START Raw data

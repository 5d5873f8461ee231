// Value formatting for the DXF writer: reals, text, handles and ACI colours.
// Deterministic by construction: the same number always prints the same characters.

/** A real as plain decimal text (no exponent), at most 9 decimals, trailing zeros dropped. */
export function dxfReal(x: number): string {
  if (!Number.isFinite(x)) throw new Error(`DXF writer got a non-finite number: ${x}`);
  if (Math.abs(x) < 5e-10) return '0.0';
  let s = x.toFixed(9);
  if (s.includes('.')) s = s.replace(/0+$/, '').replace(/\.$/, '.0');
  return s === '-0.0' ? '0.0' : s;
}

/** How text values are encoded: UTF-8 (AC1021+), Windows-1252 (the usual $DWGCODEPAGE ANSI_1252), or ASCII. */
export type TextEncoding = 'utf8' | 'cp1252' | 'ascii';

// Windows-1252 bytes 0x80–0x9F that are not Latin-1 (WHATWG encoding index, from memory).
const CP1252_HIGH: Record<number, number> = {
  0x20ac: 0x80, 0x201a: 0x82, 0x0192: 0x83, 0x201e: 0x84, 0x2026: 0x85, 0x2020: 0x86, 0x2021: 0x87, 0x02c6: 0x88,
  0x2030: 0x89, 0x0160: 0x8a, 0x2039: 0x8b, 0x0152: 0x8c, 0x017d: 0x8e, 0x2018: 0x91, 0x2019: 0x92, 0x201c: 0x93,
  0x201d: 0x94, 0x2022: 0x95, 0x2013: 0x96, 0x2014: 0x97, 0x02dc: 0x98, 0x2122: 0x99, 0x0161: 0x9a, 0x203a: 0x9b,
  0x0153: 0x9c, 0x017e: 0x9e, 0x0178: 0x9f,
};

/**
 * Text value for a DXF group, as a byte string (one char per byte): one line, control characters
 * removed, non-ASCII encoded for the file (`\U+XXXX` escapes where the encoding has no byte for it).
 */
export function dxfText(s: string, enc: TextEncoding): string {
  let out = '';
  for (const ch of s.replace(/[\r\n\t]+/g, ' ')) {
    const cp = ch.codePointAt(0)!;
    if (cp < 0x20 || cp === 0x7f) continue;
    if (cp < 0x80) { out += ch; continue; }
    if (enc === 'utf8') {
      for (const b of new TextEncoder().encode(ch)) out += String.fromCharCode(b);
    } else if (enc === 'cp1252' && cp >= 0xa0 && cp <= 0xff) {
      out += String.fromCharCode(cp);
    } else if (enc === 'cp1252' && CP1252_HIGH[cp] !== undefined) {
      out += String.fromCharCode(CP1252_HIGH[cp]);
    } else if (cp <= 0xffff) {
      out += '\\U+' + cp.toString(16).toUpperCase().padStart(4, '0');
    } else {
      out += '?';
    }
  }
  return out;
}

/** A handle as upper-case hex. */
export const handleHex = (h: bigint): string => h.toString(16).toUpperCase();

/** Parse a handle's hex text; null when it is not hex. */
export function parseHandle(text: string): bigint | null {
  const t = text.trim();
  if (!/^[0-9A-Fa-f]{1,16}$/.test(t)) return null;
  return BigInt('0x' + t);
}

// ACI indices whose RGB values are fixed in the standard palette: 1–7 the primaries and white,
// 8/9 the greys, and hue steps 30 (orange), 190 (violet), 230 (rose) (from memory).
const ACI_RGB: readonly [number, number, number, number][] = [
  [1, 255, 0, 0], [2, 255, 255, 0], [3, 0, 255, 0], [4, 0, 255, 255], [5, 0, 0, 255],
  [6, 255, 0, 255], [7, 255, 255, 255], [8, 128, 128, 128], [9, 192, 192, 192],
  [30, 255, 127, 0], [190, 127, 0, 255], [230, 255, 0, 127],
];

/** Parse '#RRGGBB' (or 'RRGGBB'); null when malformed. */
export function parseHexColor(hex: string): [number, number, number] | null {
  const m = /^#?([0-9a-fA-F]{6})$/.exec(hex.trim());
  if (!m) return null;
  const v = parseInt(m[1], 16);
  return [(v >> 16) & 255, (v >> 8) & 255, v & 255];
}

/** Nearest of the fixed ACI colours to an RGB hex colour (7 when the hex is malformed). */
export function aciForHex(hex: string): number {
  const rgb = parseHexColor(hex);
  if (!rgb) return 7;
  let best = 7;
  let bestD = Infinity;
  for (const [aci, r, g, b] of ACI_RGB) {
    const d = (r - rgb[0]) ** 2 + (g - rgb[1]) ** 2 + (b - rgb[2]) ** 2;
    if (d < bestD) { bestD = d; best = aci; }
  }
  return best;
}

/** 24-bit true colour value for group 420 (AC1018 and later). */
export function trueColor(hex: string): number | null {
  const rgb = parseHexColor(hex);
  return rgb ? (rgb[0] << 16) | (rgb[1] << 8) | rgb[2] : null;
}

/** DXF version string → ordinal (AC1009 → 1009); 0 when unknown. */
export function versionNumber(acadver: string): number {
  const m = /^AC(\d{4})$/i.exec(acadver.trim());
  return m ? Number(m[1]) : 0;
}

END Raw data
START Raw data

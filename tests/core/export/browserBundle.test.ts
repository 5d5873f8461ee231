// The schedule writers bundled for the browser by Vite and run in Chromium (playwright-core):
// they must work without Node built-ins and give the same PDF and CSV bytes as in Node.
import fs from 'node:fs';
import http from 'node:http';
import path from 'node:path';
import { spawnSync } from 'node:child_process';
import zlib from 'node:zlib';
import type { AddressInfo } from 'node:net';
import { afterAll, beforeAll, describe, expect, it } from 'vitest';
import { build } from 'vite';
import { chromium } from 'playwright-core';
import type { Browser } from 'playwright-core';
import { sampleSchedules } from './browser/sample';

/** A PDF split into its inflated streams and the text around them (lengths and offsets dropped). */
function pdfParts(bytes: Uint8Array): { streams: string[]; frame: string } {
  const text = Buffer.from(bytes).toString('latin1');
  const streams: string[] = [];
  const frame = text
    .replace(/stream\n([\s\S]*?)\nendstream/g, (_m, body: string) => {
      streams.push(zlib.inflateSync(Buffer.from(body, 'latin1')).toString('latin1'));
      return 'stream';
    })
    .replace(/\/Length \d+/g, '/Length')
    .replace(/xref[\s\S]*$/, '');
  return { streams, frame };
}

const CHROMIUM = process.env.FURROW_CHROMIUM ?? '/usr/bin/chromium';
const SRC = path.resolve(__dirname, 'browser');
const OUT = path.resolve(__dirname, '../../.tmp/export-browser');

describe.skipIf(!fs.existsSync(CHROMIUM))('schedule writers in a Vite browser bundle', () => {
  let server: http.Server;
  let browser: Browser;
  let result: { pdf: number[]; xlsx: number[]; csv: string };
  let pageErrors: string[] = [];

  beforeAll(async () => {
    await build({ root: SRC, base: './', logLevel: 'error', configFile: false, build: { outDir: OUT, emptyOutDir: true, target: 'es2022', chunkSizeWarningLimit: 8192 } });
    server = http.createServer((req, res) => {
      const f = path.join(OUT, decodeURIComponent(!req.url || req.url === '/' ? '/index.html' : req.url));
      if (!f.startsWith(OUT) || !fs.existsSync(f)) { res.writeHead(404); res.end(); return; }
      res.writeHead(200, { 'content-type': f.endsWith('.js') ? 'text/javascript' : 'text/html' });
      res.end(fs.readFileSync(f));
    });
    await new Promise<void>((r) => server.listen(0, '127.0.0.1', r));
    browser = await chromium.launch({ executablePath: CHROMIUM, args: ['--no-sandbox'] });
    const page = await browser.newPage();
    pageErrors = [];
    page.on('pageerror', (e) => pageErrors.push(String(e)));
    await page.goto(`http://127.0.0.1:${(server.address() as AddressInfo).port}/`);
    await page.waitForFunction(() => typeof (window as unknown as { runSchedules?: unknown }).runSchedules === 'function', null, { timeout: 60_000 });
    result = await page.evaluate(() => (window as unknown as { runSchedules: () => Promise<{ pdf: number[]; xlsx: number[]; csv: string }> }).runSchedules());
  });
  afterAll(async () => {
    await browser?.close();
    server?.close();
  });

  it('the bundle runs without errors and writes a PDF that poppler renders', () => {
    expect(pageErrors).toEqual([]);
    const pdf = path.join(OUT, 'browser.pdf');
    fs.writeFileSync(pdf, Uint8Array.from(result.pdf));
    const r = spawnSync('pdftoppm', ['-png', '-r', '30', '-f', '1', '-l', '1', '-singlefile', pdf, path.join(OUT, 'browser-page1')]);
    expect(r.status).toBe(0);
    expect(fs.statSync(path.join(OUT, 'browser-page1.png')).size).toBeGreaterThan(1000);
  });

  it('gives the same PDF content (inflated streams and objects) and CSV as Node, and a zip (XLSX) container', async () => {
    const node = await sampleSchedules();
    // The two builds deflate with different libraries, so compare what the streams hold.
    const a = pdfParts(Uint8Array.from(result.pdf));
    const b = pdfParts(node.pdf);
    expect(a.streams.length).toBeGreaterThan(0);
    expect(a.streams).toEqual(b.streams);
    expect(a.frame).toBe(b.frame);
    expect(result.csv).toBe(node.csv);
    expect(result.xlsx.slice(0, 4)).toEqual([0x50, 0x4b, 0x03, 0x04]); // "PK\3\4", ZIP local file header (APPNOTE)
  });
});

END Raw data

Of the lines above, show those in which "push" appears.

      streams.push(zlib.inflateSync(Buffer.from(body, 'latin1')).toString('latin1'));
    page.on('pageerror', (e) => pageErrors.push(String(e)));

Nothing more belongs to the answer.